Les altérations comportementales et physiologiques dues à la douleur peuvent être à l’origine de baisses des performances zootechniques ; ceci permet de considérer également les critères zootechniques comme indicateurs de la douleur. Ces critères sont par contre très peu spécifiques et relativement peu sensibles. A ces critères, on peut adjoindre des critères lésionnels car les lésions tissulaires sont généralement sources de douleurs.

Ces quatre types de critères seront décrits chez les espèces cibles de cette expertise d’abord chez les ruminants (bovins et ovins essentiellement) et le porc, puis séparément chez les oiseaux et les poissons. La douleur sera décrite chez les mammifères et les oiseaux, mais il est clair que la composante émotionnelle de la douleur ne recouvre pas le même degré de complexité dans toutes les espèces étudiées (cf. Chapitre 2). Par ailleurs, cette composante émotionnelle suppose que l’animal soit conscient si bien qu’il est admis qu’il n’y a pas douleur sous anesthésie générale*. Chez les poissons, nous parlerons de nociception* car le caractère douloureux des phénomènes nociceptifs reste controversé (cf. Chapitre 2).

Très souvent, les critères d’évaluation de la douleur sont été mis en évidence dans des situations où la douleur est induite par une intervention qui se pratique couramment dans les élevages comme par exemple la castration des mâles. Dans ce chapitre, nous ne décrirons pas comment sont réalisées ces interventions, ni pourquoi elles le sont, car cela fera l’objet du Chapitre 4.

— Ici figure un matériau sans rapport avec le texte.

import { BASE_URL } from './env';

let clientCounter = 0;

const STALE_SOCKET = new Set(['EPIPE', 'ECONNRESET', 'UND_ERR_SOCKET']);

/**
 * fetch, tried once more when a kept-alive connection turns out to have been closed by the server
 * just as the request went out: nothing reached the app, so sending it again is safe.
 */
async function fetchOnce(url: URL, init: RequestInit): Promise<Response> {
  try {
    return await fetch(url, init);
  } catch (err) {
    const code = (err as { cause?: { code?: string } }).cause?.code;
    if (!code || !STALE_SOCKET.has(code)) throw err;
    return fetch(url, init);
  }
}

export interface JsonResponse<T = unknown> {
  status: number;
  body: T;
  headers: Headers;
}

/**
 * A browser-like HTTP client for the app under test: keeps cookies, sends same-origin requests,
 * and has an address of its own so rate limits per address do not leak between tests.
 */
export class TestClient {
  private cookies = new Map<string, string>();
  readonly address: string;

  /**
   * `base`: the app's address, for scripts that start an app of their own (the page bench, the
   * mixed-traffic run), which may run one after another in one process.
   */
  constructor(
    address?: string,
    readonly base: string = BASE_URL,
  ) {
    clientCounter += 1;
    this.address = address ?? `10.${process.pid % 250}.${Math.floor(clientCounter / 250)}.${clientCounter % 250}`;
  }

  cookieHeader(): string {
    return [...this.cookies].map(([k, v]) => `${k}=${v}`).join('; ');
  }

  hasCookie(name: string): boolean {
    return this.cookies.has(name);
  }

  private remember(res: Response): void {
    for (const line of res.headers.getSetCookie()) {
      const [pair, ...attrs] = line.split(';');
      const eq = pair.indexOf('=');
      const name = pair.slice(0, eq).trim();
      const value = pair.slice(eq + 1).trim();
      const expired = attrs.some((a) => /max-age=0/i.test(a) || /expires=thu, 01 jan 1970/i.test(a));
      if (expired || value === '') this.cookies.delete(name);
      else this.cookies.set(name, value);
    }
  }

  async fetch(path: string, init: RequestInit = {}): Promise<Response> {
    const headers = new Headers(init.headers);
    headers.set('x-forwarded-for', this.address);
    if (this.cookies.size) headers.set('cookie', this.cookieHeader());
    // Like a browser, every write names its origin; an empty Origin means "send none" (a mail client, a forged form).
    if (init.method && init.method !== 'GET' && !headers.has('origin')) headers.set('origin', this.base);
    if (headers.get('origin') === '') headers.delete('origin');
    const res = await fetchOnce(new URL(path, this.base), { ...init, headers, redirect: 'manual' });
    this.remember(res);
    return res;
  }

  async json<T = Record<string, unknown>>(
    method: string,
    path: string,
    body?: unknown,
    headers: Record<string, string> = {},
  ): Promise<JsonResponse<T>> {
    const res = await this.fetch(path, {
      method,
      headers: body === undefined ? headers : { 'content-type': 'application/json', ...headers },
      body: body === undefined ? undefined : typeof body === 'string' ? body : JSON.stringify(body),
    });
    const text = await res.text();
    let parsed: unknown = text;
    try {
      parsed = text ? JSON.parse(text) : null;
    } catch {
      // Not JSON: keep the text so the assertion shows it.
    }
    return { status: res.status, body: parsed as T, headers: res.headers };
  }

  get<T = Record<string, unknown>>(path: string) {
    return this.json<T>('GET', path);
  }
  post<T = Record<string, unknown>>(path: string, body?: unknown) {
    return this.json<T>('POST', path, body);
  }
  put<T = Record<string, unknown>>(path: string, body?: unknown) {
    return this.json<T>('PUT', path, body);
  }
  patch<T = Record<string, unknown>>(path: string, body?: unknown) {
    return this.json<T>('PATCH', path, body);
  }
  delete<T = Record<string, unknown>>(path: string, body?: unknown) {
    return this.json<T>('DELETE', path, body);
  }

  private async csrfToken(): Promise<string> {
    const res = await this.get<{ csrfToken: string }>('/api/auth/csrf');
    return res.body.csrfToken;
  }

  /** Signs in through next-auth's credentials callback, as the sign-in page does. Returns true on success. */
  async signIn(email: string, password: string): Promise<boolean> {
    const csrfToken = await this.csrfToken();
    const res = await this.fetch('/api/auth/callback/credentials', {
      method: 'POST',
      headers: { 'content-type': 'application/x-www-form-urlencoded' },
      body: new URLSearchParams({ email, password, csrfToken, json: 'true' }).toString(),
    });
    await res.text();
    return this.isSignedIn();
  }

  /** Asks for a magic link, as the sign-in page does. */
  async requestMagicLink(email: string): Promise<number> {
    const csrfToken = await this.csrfToken();
    const res = await this.fetch('/api/auth/signin/email', {
      method: 'POST',
      headers: { 'content-type': 'application/x-www-form-urlencoded' },
      body: new URLSearchParams({ email, csrfToken, json: 'true', callbackUrl: '/' }).toString(),
    });
    await res.text();
    return res.status;
  }

  async signOut(): Promise<void> {
    const csrfToken = await this.csrfToken();
    const res = await this.fetch('/api/auth/signout', {
      method: 'POST',
      headers: { 'content-type': 'application/x-www-form-urlencoded' },
      body: new URLSearchParams({ csrfToken, json: 'true' }).toString(),
    });
    await res.text();
  }

  async isSignedIn(): Promise<boolean> {
    const me = await this.get<{ viewer: { id: string } | null }>('/api/me');
    return Boolean(me.body?.viewer);
  }

  async me(): Promise<{ id: string; role: string; handle: string } | null> {
    return (await this.get<{ viewer: { id: string; role: string; handle: string } | null }>('/api/me')).body.viewer;
  }
}
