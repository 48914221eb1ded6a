import type { StoredMessage } from '@/lib/mail/fake/server';
import { MAIL_OUTBOX_URL } from './env';

/** Waits until the mail fake holds a message to `to` matching `match`, and returns it. */
export async function waitForMail(
  to: string,
  match: (m: StoredMessage) => boolean = () => true,
  timeoutMs = 10_000,
): Promise<StoredMessage> {
  const deadline = Date.now() + timeoutMs;
  while (Date.now() < deadline) {
    const res = await fetch(`${MAIL_OUTBOX_URL}/messages?to=${encodeURIComponent(to)}`);
    const { messages } = (await res.json()) as { messages: StoredMessage[] };
    const found = messages.find(match);
    if (found) return found;
    await new Promise((r) => setTimeout(r, 100));
  }
  throw new Error(`no mail to ${to} within ${timeoutMs} ms`);
}
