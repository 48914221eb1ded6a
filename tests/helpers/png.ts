import { crc32, deflateSync } from 'node:zlib';

function chunk(kind: string, data: Buffer): Buffer {
  const length = Buffer.alloc(4);
  length.writeUInt32BE(data.length);
  const body = Buffer.concat([Buffer.from(kind, 'latin1'), data]);
  const crc = Buffer.alloc(4);
  crc.writeUInt32BE(crc32(body) >>> 0);
  return Buffer.concat([length, body, crc]);
}

/**
 * An opaque 8-bit RGB PNG built by hand (W3C, Portable Network Graphics Specification, 2003): every
 * row holds the same horizontal stripes, so even 7000×5000 pixels deflate to about a hundred
 * kilobytes while a decoder still has to inflate and unfilter every one of them.
 */
export function stripedPng(width: number, height: number): Buffer {
  const header = Buffer.alloc(13);
  header.writeUInt32BE(width, 0);
  header.writeUInt32BE(height, 4);
  header[8] = 8; // bit depth
  header[9] = 2; // colour type: RGB
  const row = Buffer.alloc(1 + width * 3); // filter byte 0 (None), then the pixels
  for (let x = 0; x < width; x += 1) {
    const shade = (x >> 6) % 2 === 0 ? 0xd0 : 0x60;
    row[1 + x * 3] = shade;
    row[2 + x * 3] = Math.round(shade * 0.7);
    row[3 + x * 3] = 0x20;
  }
  const raw = Buffer.alloc(row.length * height);
  for (let y = 0; y < height; y += 1) row.copy(raw, y * row.length);
  return Buffer.concat([
    Buffer.from([0x89, 0x50, 0x4e, 0x47, 0x0d, 0x0a, 0x1a, 0x0a]),
    chunk('IHDR', header),
    chunk('IDAT', deflateSync(raw, { level: 9 })),
    chunk('IEND', Buffer.alloc(0)),
  ]);
}
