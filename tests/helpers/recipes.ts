import { readFileSync } from 'node:fs';
import type { RecipeDocumentInput } from '@/lib/brewing';
import type { TestClient } from './http';

const example = JSON.parse(
  readFileSync(new URL('../../lib/brewing/examples/pale-ale.json', import.meta.url), 'utf8'),
) as RecipeDocumentInput;

/** A fresh copy of the invented example pale ale, with optional changes on top. */
export function paleAle(changes: Partial<RecipeDocumentInput> = {}): RecipeDocumentInput {
  return { ...structuredClone(example), ...changes };
}

export interface Saved {
  recipe: { id: string; slug: string };
  version: { id: string; number: number };
}

export async function createRecipeVia(
  client: TestClient,
  opts: { document?: RecipeDocumentInput; visibility?: 'public' | 'unlisted' | 'private'; message?: string } = {},
): Promise<Saved> {
  const res = await client.post<Saved>('/api/recipes', {
    document: opts.document ?? paleAle(),
    visibility: opts.visibility ?? 'public',
    message: opts.message ?? 'First brew',
  });
  if (res.status !== 201) throw new Error(`create failed: ${res.status} ${JSON.stringify(res.body)}`);
  return res.body;
}

export async function saveVia(
  client: TestClient,
  recipeId: string,
  baseVersionId: string,
  document: RecipeDocumentInput,
  message = 'A change',
) {
  return client.post<Saved & { error?: { code: string; details?: { head: { id: string; number: number } } } }>(
    `/api/recipes/${recipeId}/versions`,
    {
      document,
      baseVersionId,
      message,
    },
  );
}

Dans le contexte particulier de l’abattage où la douleur est potentiellement aiguë et intense, trois types de critères seront distingués. Avant l’abattage, il s’agira essentiellement de repérer les situations qui peuvent provoquer des douleurs (e.g. combats entre animaux, décharges électriques sur les animaux par le personnel de l’abattoir). Pendant l’abattage où l’on distingue la phase de l’étourdissement et celle de la saignée, la mesure portera sur l’état de conscience de l’animal qui conditionne sa capacité à ressentir des douleurs, et sur son comportement qui permet de détecter d’éventuels signes de douleur. Après l’abattage, l’approche sera lésionnelle pour identifier la présence de lésions corporelles qui peuvent être à l’origine de douleurs avant la mort.